Activity |
Return the run of lines below that opens with the line containing "src = table[DEFAULT_COLUMNS[field]]" and closes with the line containing "vals = (vals", keeping each one exact.

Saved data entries
┄┄┄┄┄┄┄┄┄┄┄┄┄┄┄┄┄┄┄┄

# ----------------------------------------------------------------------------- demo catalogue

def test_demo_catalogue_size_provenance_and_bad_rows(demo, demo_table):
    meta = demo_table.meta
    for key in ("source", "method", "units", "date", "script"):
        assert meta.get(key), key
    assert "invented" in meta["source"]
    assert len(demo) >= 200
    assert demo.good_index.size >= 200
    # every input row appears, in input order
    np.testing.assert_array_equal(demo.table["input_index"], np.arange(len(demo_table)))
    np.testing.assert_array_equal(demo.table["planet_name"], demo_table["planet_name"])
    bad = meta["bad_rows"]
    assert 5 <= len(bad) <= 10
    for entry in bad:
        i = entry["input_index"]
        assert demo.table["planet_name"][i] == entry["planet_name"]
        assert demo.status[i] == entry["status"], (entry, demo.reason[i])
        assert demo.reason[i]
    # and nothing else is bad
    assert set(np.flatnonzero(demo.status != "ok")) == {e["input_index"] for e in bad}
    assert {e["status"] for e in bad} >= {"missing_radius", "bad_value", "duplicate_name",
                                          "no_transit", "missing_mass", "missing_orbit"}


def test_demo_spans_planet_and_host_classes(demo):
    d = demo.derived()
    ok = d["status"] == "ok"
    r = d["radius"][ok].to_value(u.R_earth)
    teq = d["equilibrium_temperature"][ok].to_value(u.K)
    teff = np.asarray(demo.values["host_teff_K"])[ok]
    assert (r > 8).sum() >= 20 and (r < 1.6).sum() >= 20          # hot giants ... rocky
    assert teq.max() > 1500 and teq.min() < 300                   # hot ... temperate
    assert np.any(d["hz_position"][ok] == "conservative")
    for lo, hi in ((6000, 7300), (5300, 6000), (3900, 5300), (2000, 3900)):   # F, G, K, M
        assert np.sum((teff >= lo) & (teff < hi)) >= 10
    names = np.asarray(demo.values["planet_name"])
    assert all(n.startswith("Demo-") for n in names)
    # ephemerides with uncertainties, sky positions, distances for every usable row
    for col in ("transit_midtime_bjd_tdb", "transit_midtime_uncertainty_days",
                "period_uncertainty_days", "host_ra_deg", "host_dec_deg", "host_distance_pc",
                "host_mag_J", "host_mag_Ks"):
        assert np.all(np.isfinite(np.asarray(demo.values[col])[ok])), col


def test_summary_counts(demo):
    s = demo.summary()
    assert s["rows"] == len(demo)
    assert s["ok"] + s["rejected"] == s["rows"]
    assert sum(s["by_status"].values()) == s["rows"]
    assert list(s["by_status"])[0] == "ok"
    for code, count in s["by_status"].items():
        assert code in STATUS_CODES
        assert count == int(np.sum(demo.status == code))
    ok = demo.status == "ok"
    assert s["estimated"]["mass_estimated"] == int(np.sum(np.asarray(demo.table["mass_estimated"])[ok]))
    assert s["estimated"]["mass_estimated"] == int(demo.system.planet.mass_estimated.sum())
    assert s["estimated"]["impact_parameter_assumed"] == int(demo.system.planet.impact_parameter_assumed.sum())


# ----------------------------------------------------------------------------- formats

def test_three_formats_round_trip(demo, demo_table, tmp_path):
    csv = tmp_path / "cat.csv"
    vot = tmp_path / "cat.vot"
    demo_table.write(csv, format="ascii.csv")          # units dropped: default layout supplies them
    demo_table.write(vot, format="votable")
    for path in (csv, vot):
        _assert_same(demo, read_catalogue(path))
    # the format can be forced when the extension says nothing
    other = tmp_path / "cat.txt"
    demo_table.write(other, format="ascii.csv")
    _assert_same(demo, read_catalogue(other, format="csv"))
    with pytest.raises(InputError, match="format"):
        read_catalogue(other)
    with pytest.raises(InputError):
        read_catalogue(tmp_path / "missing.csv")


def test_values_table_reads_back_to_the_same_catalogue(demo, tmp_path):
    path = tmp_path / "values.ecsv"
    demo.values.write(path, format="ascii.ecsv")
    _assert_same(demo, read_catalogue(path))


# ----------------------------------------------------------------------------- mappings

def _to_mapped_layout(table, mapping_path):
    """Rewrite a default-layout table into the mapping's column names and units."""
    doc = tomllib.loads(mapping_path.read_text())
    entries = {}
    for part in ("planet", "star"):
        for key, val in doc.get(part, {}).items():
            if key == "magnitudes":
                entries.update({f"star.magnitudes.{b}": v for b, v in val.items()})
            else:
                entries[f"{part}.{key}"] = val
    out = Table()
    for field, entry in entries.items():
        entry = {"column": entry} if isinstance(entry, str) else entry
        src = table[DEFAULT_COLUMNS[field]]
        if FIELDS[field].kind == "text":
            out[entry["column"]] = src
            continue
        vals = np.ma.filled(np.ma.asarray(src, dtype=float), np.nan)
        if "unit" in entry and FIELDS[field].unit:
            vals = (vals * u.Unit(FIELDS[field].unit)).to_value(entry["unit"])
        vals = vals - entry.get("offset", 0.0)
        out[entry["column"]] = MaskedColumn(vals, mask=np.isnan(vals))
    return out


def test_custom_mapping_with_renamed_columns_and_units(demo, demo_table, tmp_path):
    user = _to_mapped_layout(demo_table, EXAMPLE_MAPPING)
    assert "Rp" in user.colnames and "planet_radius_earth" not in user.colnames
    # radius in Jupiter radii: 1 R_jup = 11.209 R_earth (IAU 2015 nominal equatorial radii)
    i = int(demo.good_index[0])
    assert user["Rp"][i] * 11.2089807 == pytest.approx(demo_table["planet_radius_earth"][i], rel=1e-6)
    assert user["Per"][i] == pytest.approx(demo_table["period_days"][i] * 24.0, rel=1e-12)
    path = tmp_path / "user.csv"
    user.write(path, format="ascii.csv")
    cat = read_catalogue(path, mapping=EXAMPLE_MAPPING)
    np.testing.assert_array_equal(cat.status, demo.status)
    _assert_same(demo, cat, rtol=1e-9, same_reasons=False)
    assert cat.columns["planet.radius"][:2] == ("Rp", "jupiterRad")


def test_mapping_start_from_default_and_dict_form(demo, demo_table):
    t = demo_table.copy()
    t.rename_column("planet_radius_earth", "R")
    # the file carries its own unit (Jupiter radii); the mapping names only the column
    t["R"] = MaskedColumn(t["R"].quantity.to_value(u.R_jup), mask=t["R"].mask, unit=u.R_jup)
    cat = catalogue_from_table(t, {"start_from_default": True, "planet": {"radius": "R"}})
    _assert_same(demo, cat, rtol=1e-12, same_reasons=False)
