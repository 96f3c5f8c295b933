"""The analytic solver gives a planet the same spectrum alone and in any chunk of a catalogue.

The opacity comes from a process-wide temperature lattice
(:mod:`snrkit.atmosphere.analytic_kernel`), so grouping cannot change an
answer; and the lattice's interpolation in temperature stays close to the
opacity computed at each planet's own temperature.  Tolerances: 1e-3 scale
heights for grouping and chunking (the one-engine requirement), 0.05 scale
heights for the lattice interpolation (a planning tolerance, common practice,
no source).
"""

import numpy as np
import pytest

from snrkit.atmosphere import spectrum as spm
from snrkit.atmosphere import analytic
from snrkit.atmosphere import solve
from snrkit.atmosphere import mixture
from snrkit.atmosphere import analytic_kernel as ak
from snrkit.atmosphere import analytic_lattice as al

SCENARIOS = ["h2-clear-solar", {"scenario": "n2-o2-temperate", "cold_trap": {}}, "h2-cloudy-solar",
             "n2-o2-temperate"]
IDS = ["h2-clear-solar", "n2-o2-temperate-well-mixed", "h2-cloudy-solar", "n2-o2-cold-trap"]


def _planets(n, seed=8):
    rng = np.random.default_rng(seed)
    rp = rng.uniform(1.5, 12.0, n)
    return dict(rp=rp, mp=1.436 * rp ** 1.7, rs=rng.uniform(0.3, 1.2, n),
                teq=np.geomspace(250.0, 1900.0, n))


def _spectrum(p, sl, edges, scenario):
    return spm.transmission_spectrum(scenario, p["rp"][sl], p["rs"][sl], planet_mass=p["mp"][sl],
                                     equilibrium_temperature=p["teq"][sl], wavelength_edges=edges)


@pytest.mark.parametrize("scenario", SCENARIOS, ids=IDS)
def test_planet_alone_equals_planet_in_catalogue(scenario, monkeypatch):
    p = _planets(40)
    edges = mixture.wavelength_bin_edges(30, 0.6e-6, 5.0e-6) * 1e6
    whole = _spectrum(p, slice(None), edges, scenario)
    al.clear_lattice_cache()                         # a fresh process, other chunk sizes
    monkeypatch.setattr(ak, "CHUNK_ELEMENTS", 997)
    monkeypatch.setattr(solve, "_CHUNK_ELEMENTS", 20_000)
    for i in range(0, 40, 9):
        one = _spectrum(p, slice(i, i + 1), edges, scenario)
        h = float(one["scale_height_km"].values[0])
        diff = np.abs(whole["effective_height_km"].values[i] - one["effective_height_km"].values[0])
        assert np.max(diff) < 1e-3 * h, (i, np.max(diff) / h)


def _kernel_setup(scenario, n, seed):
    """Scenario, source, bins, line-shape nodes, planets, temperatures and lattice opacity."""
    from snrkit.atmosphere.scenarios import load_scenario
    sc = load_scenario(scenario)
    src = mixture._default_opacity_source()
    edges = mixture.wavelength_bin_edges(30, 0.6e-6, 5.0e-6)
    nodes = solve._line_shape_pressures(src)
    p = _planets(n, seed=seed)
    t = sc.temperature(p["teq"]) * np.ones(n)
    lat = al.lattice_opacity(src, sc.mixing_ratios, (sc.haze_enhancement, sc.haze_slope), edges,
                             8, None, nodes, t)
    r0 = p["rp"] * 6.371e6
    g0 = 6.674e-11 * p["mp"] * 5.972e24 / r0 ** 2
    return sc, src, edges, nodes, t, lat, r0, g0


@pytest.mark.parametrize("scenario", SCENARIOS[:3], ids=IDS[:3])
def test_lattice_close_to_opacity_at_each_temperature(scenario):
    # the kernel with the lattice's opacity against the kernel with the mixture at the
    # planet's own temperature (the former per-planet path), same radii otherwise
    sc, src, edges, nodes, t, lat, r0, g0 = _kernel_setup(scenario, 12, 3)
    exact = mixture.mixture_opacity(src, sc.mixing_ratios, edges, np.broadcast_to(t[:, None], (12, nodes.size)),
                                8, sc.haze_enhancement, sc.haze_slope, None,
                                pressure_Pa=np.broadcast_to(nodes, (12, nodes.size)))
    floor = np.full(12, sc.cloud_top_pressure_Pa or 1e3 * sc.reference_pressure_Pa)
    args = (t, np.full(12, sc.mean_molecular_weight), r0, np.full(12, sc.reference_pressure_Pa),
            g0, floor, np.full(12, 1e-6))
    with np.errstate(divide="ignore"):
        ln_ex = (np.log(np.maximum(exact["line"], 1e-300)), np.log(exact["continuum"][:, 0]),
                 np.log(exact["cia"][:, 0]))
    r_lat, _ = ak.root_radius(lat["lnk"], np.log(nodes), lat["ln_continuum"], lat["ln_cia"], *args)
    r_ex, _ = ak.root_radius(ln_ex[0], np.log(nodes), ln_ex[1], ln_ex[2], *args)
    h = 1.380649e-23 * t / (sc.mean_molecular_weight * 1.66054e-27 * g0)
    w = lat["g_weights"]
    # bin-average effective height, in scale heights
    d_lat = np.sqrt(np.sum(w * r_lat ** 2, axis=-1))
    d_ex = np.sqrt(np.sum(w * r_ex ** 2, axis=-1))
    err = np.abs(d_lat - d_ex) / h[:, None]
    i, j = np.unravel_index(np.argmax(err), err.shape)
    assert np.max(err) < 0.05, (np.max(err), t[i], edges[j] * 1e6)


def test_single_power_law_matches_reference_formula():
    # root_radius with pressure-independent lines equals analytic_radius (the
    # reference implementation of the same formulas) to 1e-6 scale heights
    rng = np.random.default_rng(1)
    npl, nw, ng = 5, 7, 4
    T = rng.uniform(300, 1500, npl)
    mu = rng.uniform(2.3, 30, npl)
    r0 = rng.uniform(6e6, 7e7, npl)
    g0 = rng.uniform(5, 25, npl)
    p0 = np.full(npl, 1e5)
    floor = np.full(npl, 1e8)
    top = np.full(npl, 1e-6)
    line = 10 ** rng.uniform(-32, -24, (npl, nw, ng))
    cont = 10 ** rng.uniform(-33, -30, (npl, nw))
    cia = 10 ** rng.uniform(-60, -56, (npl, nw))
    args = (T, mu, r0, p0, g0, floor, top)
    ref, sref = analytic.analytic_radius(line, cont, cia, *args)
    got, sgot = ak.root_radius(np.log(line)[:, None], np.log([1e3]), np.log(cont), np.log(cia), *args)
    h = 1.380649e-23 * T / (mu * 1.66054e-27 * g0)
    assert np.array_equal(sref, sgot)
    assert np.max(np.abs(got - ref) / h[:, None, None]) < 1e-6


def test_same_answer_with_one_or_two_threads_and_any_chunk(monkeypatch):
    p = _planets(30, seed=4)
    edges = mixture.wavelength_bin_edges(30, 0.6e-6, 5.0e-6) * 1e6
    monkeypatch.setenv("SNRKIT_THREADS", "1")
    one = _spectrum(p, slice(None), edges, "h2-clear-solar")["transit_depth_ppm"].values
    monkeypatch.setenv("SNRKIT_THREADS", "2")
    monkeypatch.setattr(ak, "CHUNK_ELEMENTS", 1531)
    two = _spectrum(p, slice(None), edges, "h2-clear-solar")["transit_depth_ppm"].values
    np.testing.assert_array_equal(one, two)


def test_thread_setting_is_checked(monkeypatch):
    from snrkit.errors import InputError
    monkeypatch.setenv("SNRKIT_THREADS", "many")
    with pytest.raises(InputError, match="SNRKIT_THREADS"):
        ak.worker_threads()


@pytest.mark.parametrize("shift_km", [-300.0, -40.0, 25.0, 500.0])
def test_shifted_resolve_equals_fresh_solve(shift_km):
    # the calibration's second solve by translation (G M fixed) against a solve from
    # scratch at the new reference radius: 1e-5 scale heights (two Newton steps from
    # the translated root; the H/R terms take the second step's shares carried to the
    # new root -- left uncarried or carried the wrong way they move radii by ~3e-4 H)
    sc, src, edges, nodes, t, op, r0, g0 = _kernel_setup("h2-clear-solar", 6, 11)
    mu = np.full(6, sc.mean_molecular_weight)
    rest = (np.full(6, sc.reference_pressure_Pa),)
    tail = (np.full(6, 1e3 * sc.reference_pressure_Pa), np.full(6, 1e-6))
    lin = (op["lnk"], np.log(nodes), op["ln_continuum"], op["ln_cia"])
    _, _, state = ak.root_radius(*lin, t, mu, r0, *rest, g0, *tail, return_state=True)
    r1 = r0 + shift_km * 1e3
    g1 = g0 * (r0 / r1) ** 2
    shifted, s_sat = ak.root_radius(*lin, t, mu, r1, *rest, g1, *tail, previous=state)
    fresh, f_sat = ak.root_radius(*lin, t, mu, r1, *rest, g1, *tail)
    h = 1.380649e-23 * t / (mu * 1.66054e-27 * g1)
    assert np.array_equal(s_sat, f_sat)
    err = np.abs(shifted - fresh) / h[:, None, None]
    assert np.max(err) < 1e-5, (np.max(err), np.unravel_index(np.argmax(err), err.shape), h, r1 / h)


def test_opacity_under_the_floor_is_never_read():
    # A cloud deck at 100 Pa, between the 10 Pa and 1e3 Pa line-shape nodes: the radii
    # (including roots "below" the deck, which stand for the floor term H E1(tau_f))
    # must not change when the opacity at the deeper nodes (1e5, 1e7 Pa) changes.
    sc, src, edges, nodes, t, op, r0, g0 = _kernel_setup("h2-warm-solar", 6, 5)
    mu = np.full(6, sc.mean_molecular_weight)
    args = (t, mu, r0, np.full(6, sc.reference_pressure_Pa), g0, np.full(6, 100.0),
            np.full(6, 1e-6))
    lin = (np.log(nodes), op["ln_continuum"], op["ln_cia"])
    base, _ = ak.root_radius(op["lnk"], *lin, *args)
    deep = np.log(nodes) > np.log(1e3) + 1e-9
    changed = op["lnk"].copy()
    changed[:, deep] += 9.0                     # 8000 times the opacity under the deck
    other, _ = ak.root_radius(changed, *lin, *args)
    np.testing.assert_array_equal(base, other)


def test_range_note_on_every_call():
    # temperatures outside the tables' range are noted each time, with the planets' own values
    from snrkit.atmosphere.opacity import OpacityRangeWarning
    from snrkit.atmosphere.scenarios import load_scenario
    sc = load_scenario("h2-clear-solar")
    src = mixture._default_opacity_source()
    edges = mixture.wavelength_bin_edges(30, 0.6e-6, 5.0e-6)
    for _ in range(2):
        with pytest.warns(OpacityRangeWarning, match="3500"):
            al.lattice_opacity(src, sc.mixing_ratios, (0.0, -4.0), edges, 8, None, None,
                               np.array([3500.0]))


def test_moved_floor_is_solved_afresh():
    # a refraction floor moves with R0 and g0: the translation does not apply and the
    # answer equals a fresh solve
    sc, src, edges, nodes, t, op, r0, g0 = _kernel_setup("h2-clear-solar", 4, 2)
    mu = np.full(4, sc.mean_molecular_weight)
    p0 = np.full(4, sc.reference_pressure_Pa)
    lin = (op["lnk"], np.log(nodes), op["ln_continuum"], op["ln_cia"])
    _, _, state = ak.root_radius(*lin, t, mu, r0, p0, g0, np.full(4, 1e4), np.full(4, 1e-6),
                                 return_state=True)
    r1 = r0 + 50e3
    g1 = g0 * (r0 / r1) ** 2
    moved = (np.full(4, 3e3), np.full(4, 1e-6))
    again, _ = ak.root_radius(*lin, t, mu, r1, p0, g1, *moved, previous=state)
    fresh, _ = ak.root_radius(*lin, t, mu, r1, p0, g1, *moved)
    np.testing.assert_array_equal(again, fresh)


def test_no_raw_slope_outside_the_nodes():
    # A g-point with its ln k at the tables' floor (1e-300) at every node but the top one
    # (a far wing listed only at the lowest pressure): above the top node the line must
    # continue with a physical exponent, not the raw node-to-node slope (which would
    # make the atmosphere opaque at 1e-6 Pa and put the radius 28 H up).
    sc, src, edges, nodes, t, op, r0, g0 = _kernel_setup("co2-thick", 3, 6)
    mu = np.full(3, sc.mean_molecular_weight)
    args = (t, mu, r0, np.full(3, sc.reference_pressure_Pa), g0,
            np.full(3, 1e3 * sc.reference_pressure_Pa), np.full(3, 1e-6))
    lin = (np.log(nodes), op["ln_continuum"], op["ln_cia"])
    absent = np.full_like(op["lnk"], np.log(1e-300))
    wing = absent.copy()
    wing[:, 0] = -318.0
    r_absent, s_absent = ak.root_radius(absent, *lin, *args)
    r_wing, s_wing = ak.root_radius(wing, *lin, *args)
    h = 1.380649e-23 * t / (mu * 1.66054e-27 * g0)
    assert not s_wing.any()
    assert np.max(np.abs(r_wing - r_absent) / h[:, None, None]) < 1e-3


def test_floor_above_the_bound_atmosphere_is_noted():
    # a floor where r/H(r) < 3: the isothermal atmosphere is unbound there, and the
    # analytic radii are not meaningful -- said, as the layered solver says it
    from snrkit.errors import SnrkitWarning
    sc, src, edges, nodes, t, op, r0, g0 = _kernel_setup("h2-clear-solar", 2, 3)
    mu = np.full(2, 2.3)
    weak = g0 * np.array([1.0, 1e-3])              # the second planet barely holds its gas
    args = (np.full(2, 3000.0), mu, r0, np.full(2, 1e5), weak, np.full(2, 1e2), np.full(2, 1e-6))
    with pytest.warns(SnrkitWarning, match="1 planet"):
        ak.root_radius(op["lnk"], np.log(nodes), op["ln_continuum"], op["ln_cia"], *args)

┄┄┄┄┄┄┄┄┄┄┄┄┄┄┄┄┄┄┄┄

Result of this task |
        src = table[DEFAULT_COLUMNS[field]]
        if FIELDS[field].kind == "text":
            out[entry["column"]] = src
            continue
        vals = np.ma.filled(np.ma.asarray(src, dtype=float), np.nan)
        if "unit" in entry and FIELDS[field].unit:
            vals = (vals * u.Unit(FIELDS[field].unit)).to_value(entry["unit"])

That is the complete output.